Claro que se contabilizássemos a inumerável multidão das pessoas mortas pelos métodos da reprodução artificial e pela contracepção o susto ainda seria muito maior. É importante não esquecer que são mortas muitíssimas mais pessoas, na sua fase inicial, pela quase sempre chamada impropriamente contracepção («saúde reproductiva») do que pelo aborto cirúrgico.


3. Obsessão

Se alguém dedica décadas da sua vida aos desabrigados (sem abrigo) é uma pessoa muito generosa e dada aos periféricos; se outro se empenha inteiramente num bairro social com grandes índices de pobreza é um servidor dos mais fracos; se outro durante anos visita sistematicamente as prisões é um herói; se aquele dá a sua vida à Caritas ou ao Banco Alimentar contra a Fome é um justo formidável; se este serve os doentes homossexuais e toxicodependentes é um santo; se alguém combate anos a fio pelo direito à saúde e à educação é uma pessoa extraordinária; se outro se arrisca pela promoção continuada da paz é digno de todos os louvores, etc.

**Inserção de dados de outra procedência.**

"""Measured values beside the true ones of a virtual test."""

from __future__ import annotations

import json
from collections.abc import Iterable
from dataclasses import dataclass
from pathlib import Path

from dic.properties.result import Property
from dic.quantities import for_people
from dic.store.tables import stated, title_of


@dataclass(frozen=True)
class Compared:
    """One property: texts for people, the relative error in percent, and whether k = 2 holds the truth."""

    name: str
    title: str
    measured: str
    true: str
    off_percent: float
    inside: bool


def compare(measured: Iterable[Property], truth: Path) -> list[Compared]:
    """Hold measured properties against a virtual test's ``truth.json``; left out is what has no truth."""
    known = json.loads(truth.read_text(encoding="utf-8"))["properties"]
    rows = []
    for item in measured:
        true = known.get(item.name, {}).get("value")
        if true is None:
            continue
        value, unit = for_people(true, item.unit, item.name)
        error = item.value - true
        rows.append(
            Compared(
                name=item.name,
                title=title_of(item.name),
                measured=stated(item)[0],
                true=f"{value:.6g} {unit}".rstrip(),
                off_percent=100 * error / true,
                inside=abs(error) <= 2 * item.standard_uncertainty,
            )
        )
    return rows
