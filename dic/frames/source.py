"""The frames of one test in order, each with its time; only one is in memory at a time."""

from __future__ import annotations

import hashlib
import re
from collections.abc import Iterator
from dataclasses import dataclass
from itertools import pairwise
from pathlib import Path

import numpy as np
from natsort import natsorted, ns
from numpy.typing import NDArray

from dic.errors import FrameError, Notice
from dic.frames.clock import frame_times
from dic.frames.readers import READERS, Grey, Page, list_pages, read_page
from dic.testfile import Frames

LEAST_FRAMES = 3


@dataclass(frozen=True)
class FrameSource:
    """Frames in order.

    Attributes
    ----------
    pages
        Where each frame lies, shape (n,).
    time_s
        Time of each frame on the camera's clock, s, shape (n,).
    notices
        Doubts about the frames.
    """

    pages: tuple[Page, ...]
    time_s: NDArray[np.float64]
    notices: tuple[Notice, ...] = ()

    def __len__(self) -> int:
        return len(self.pages)

    def __getitem__(self, index: int) -> Grey:
        """Read one frame, grey values as stored, shape (rows, columns)."""
        return read_page(self.pages[index])

    @property
    def shape(self) -> tuple[int, int]:
        """Rows and columns of every frame."""
        rows, columns = self.pages[0].shape
        return rows, columns

    @property
    def names(self) -> tuple[str, ...]:
        """A name for each frame: its file, and its page where the file holds several."""
        several = len({page.path for page in self.pages}) < len(self.pages)
        return tuple(f"{p.path.name}#{p.index + 1}" if several else p.path.name for p in self.pages)

    def full_scale(self) -> float:
        """Return the largest grey value the camera gives: the depth in use in the first frame."""
        if self.pages[0].dtype == np.uint8:
            return 255.0
        brightest = int(self[0].max())
        return float(next(top for top in (1023, 4095, 16383, 65535) if brightest <= top))

    def listing(self) -> str:
        """Return a digest of names, sizes and dates: whether these are still the same files."""
        digest = hashlib.sha256()
        for path in dict.fromkeys(page.path for page in self.pages):
            state = path.stat()
            digest.update(f"{path.resolve()}|{state.st_size}|{state.st_mtime_ns}\n".encode())
        return digest.hexdigest()

    def sha256(self) -> str:
        """Return the SHA-256 over the contents of all files in order."""
        digest = hashlib.sha256()
        for path in dict.fromkeys(page.path for page in self.pages):
            with path.open("rb") as file:
                digest.update(hashlib.file_digest(file, "sha256").digest())
        return digest.hexdigest()


def open_frames(section: Frames, folder: Path) -> FrameSource:
    """Find the frames that a test file names and put them in order.

    Parameters
    ----------
    section
        ``[frames]`` of the test file.
    folder
        What relative paths start from.

    Returns
    -------
    FrameSource
        Natural order of names (``cam_9`` before ``cam_10``), pages in the file's order.

    Raises
    ------
    FrameError
        If there are none or fewer than three, if one is unreadable or of another size, or if the
        times do not fit.
    """
    paths = _find(folder / section.source)
    pages = tuple(page for path in paths for page in list_pages(path))
    if len(pages) < LEAST_FRAMES:
        raise FrameError(
            f"holds {len(pages)} frame{'s' * (len(pages) != 1)}, and a test needs at least {LEAST_FRAMES}",
            where=section.source,
        )
    for page in pages:
        if page.shape != pages[0].shape or page.dtype != pages[0].dtype:
            raise FrameError(
                f"is {_size(page)} where {pages[0].path.name} is {_size(pages[0])}",
                where=str(page.path),
                remedy="all frames of a test have one size and depth; take out what does not belong",
            )
    names = [page.path.name for page in pages]
    return FrameSource(pages, frame_times(section, folder, names), tuple(_missing_numbers(names, section)))


def _missing_numbers(names: list[str], section: Frames) -> Iterator[Notice]:
    """Warn of gaps in the numbering, which a fixed rate would turn into wrong times."""
    numbers = [
        int(found[-1]) if (found := re.findall(r"\d{1,12}", Path(name).stem)) else None for name in names
    ]
    gaps = [
        (one, other)
        for (one, a), (other, b) in pairwise(zip(names, numbers, strict=True))
        if a is not None and b is not None and b - a > 1
    ]
    steps = {b - a for a, b in pairwise(n for n in numbers if n is not None)}
    # Every second number, say, is a way of numbering; a jump among ones is a gap.
    if section.rate is not None and gaps and 1 in steps:
        yield Notice(
            "frame_numbers_missing",
            f"Frame numbers jump from {gaps[0][0]} to {gaps[0][1]}"
            + (f" and in {len(gaps) - 1} more places" if len(gaps) > 1 else "")
            + "; if frames are missing, all later times are too early: give frames.times instead of a rate.",
        )


def _size(page: Page) -> str:
    return f"{page.shape[1]} × {page.shape[0]} px {page.dtype}"


def _find(source: Path) -> list[Path]:
    """List the picture files behind a folder, a file or a glob, in natural order."""
    if source.is_file():
        found = [source]
    elif source.is_dir():
        found = list(source.iterdir())
    elif source.parent.is_dir():
        found = list(source.parent.glob(source.name))
    else:
        found = []
    pictures = [p for p in found if p.suffix.lower() in READERS and not p.name.startswith(".")]
    if not pictures:
        there = source.exists() or (source.parent.is_dir() and "*" in source.name)
        raise FrameError(
            "no frames found" if there else "no frames found, because it does not exist",
            where=str(source),
            remedy=f"name a folder, a file or a pattern of {', '.join(READERS)} files",
        )
    return natsorted(pictures, key=lambda path: path.name, alg=ns.PATH)
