"""A plate with a round hole under tension, in closed form."""

from __future__ import annotations

from dataclasses import dataclass

import numpy as np
from numpy.typing import NDArray

from synthetic_images.motions import Displacement, Numbers, Pair

Floats = NDArray[np.float64]


@dataclass(frozen=True)
class HoledPlate:
    """An infinite elastic plate with a round hole, pulled along the picture's vertical; plane stress.

    Kirsch, *Zeitschrift des Vereins Deutscher Ingenieure* 42 (1898) 797; displacements as in Timoshenko &
    Goodier, *Theory of Elasticity*, plates with a circular hole [from memory; the tests hold them against
    the published stresses].

    Attributes
    ----------
    centre
        Of the hole, (x, y), px.
    radius
        Of the hole, px.
    strain
        Axial strain far from the hole.
    ratio
        Poisson's ratio.
    """

    centre: tuple[float, float]
    radius: float
    strain: float
    ratio: float = 0.3

    def displacement(self, X: Numbers, Y: Numbers) -> Pair:
        """Return u and v, px.  Inside the hole they shrink linearly to the centre, for what shows there."""
        x, y = np.asarray(X) - self.centre[0], np.asarray(Y) - self.centre[1]
        away = np.hypot(x, y)
        inside = np.minimum(away / self.radius, 1.0)
        r = np.maximum(away, self.radius) / self.radius
        twice = 2 * np.arctan2(x, y)  # angle from the pull
        c, s = np.cos(twice), np.sin(twice)
        kappa = (3 - self.ratio) / (1 + self.ratio)
        # σa/8G with σ = E·strain and G = E/2(1 + ν)
        size = self.strain * (1 + self.ratio) / 4 * self.radius
        radial = size * (r * (kappa - 1 + 2 * c) + 2 / r * (1 + (kappa + 1) * c - c / r**2)) * inside
        around = -size * (2 * r + 2 / r * (kappa - 1 + 1 / r**2)) * s * inside
        with np.errstate(invalid="ignore", divide="ignore"):
            sine, cosine = (np.where(away > 0, part / away, 0.0) for part in (x, y))
        return radial * sine + around * cosine, radial * cosine - around * sine

    def motion(self) -> Displacement:
        """Return the plate's motion."""
        return Displacement(self.displacement)

    def axial(self, X: Numbers, Y: Numbers) -> Floats:
        """Return the axial strain ∂v/∂y; NaN inside the hole.

        Hooke's law on Kirsch's stresses in axes along (y) and across (x) the pull.
        """
        x, y = np.asarray(X) - self.centre[0], np.asarray(Y) - self.centre[1]
        r, angle = np.hypot(x, y) / self.radius, np.arctan2(x, y)
        with np.errstate(divide="ignore"):
            two, four = 1 / r**2, 1 / r**4
        c, s = np.cos(2 * angle), np.sin(2 * angle)
        radial = (1 - two) / 2 + (1 - 4 * two + 3 * four) / 2 * c
        hoop = (1 + two) / 2 - (1 + 3 * four) / 2 * c
        shear = -(1 + 2 * two - 3 * four) / 2 * s
        middle, half = (radial + hoop) / 2, (radial - hoop) / 2
        turned = half * c - shear * s
        along, across = middle + turned, middle - turned
        return np.where(r >= 1, self.strain * (along - self.ratio * across), np.nan)
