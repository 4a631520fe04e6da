"""Virtual tests drawn at random: six kinds of material, each with other noise, alignment and rates."""

from __future__ import annotations

from typing import Any

import numpy as np

from synthetic_images.scenario import Scenario
from synthetic_images.virtual_test import VirtualTest

#: The kinds of material, in turn.
KINDS = ("steel", "aluminium", "brass", "polymer", "composite", "elastomer")
#: Frames at rest before the pull at the least, and beyond the fracture.
REST, AFTER = 10, 3
#: Frames that are enough for any test while its fracture is looked for.
_ENOUGH = 5000


def varied(seed: int, kind: str | None = None) -> Scenario:
    """Draw a virtual test.

    Parameters
    ----------
    seed
        The same seed gives the same test.
    kind
        One of `KINDS`; by default they follow each other with the seed.

    Returns
    -------
    Scenario
        A coupon that is pulled until it breaks, with a picture as small as its accuracy allows.  Force and
        section are false by what their stated standard uncertainties allow, 0.05 % each.
    """
    kind = kind or KINDS[seed % len(KINDS)]
    draw = np.random.default_rng([seed, KINDS.index(kind)])
    law, window, fracture, section = _material(kind, draw)
    rate = float(draw.uniform(4, 12))
    width, thickness = float(draw.uniform(9, 15)), float(draw.uniform(1, 1.6))
    rest = float(draw.uniform(REST, REST + 4)) / rate
    offset = float(draw.uniform(0.3, 3))
    content: dict[str, Any] = {
        "seed": seed,
        "specimen": {
            "label": f"{kind} {seed}",
            "material": f"invented {kind}",
            "width": width,
            "thickness": thickness,
            "width_uncertainty": 0.0003 * width,
            "thickness_uncertainty": 0.0004 * thickness,
        },
        "material": law,
        "texture": {"kind": "dots", "diameter": float(draw.uniform(3.5, 5)), "cover": 0.5},
        "view": {
            "rows": 360,
            "columns": 170,
            "coupon_width": 130,
            "axis_angle": float(draw.uniform(-2, 2)),
        },
        "camera": {
            "frames": _ENOUGH,
            "rate": rate,
            "offset": offset,
            "bits": 12,
            "noise": float(draw.uniform(0.0015, 0.006)),
            "samples": 2,
        },
        "machine": {
            "free_length": 60,
            "speed": 1.0,
            "start": offset + rest,
            "stiffness": float(draw.uniform(10_000, 14_000)),
            "slack": float(draw.uniform(0, 0.02)),
            "seating_force": 20 if kind != "elastomer" else 0.2,
            "sideways": 0.0,
            "bending": float(draw.uniform(-0.08, 0.08)),
            "fracture_strain": fracture,
        },
        "load_record": {"rate": float(draw.choice([50, 100, 200])), "force_uncertainty": 0.0005},
        "properties": section,
    }
    return _paced(content, window, int(draw.integers(10, 17)), float(draw.uniform(1e-4, 6e-4)))


def _paced(content: dict[str, Any], window: tuple[float, float], frames: int, noise: float) -> Scenario:
    """Choose the speed so that so many frames fall into a window of strain, and the noise of the force."""
    test = VirtualTest(Scenario.model_validate(content))
    low, high = (float(test._travel(np.array(strain))) for strain in window)
    machine, camera = content["machine"], content["camera"]
    machine["speed"] = (high - low) * camera["rate"] / frames
    machine["sideways"] = 0.02 * machine["speed"]
    test = VirtualTest(Scenario.model_validate(content))
    force = float(np.max(test.at(np.linspace(0, test.fracture_time, 500)).force_N))
    content["load_record"]["force_noise"] = noise * force
    camera["frames"] = int(np.ceil((test.fracture_time - camera["offset"]) * camera["rate"])) + AFTER
    return Scenario.model_validate(content)


def _material(
    kind: str, draw: np.random.Generator
) -> tuple[dict[str, Any], tuple[float, float], float, dict[str, Any]]:
    """Return law, window of the modulus in strain, strain at fracture, and what the test file wishes."""
    between = draw.uniform
    if kind == "steel":
        modulus, upper = between(203e3, 213e3), between(300, 420)
        law = {
            "law": "yield_point",
            "youngs_modulus": modulus,
            "poissons_ratio": between(0.27, 0.30),
            "upper_yield": upper,
            "lower_yield": upper * between(0.95, 0.97),
            "saturation": upper * between(1.25, 1.4),
            "level": between(0.002, 0.003),
            "hardening": 0.002,
        }
        return law, _shares(0.96 * upper / modulus), between(0.011, 0.014), {"preset": "metals"}
    if kind in ("aluminium", "brass"):
        light = kind == "aluminium"
        modulus = between(68e3, 74e3) if light else between(98e3, 112e3)
        proof = between(220, 430) if light else between(180, 350)
        law = {
            "law": "ramberg_osgood",
            "youngs_modulus": modulus,
            "poissons_ratio": between(0.31, 0.36),
            "proof_stress": proof,
            "exponent": between(14, 30),
        }
        return law, _shares(proof / modulus), between(0.0105, 0.013), {"preset": "metals"}
    if kind == "polymer":
        law = {
            "law": "ramberg_osgood",
            "youngs_modulus": between(2200, 3600),
            "poissons_ratio": between(0.36, 0.42),
            "proof_stress": between(20, 25),
            "exponent": between(12, 18),
        }
        return law, (0.0005, 0.0025), between(0.0125, 0.015), {"preset": "plastics", "proof": (0.002,)}
    if kind == "composite":
        law = {
            "law": "elastic",
            "youngs_modulus": between(40e3, 130e3),
            "poissons_ratio": between(0.25, 0.34),
        }
        return law, (0.001, 0.003), between(0.006, 0.009), {"preset": "fibre composites"}
    law = {"law": "neo_hookean", "shear_modulus": between(0.4, 1.2)}
    wanted = {"modulus": {"strain": (0.01, 0.06)}, "proof": ()}
    return law, (0.01, 0.06), between(0.12, 0.16), wanted


def _shares(strain: float) -> tuple[float, float]:
    """Return 10 % and 40 % of the strain at yield."""
    return 0.1 * strain, 0.4 * strain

Mas mal daquele que se entrega à defesa das crianças concebidas não nascidas, ao amparo das mães grávidas, da recuperação de pessoas homossexuais, de advogar o casamento natural, de promover os métodos naturais de regulação dos nascimentos e capacitação da fertilidade, pois não passa de um obcecado, rígido e hipócrita obstinado...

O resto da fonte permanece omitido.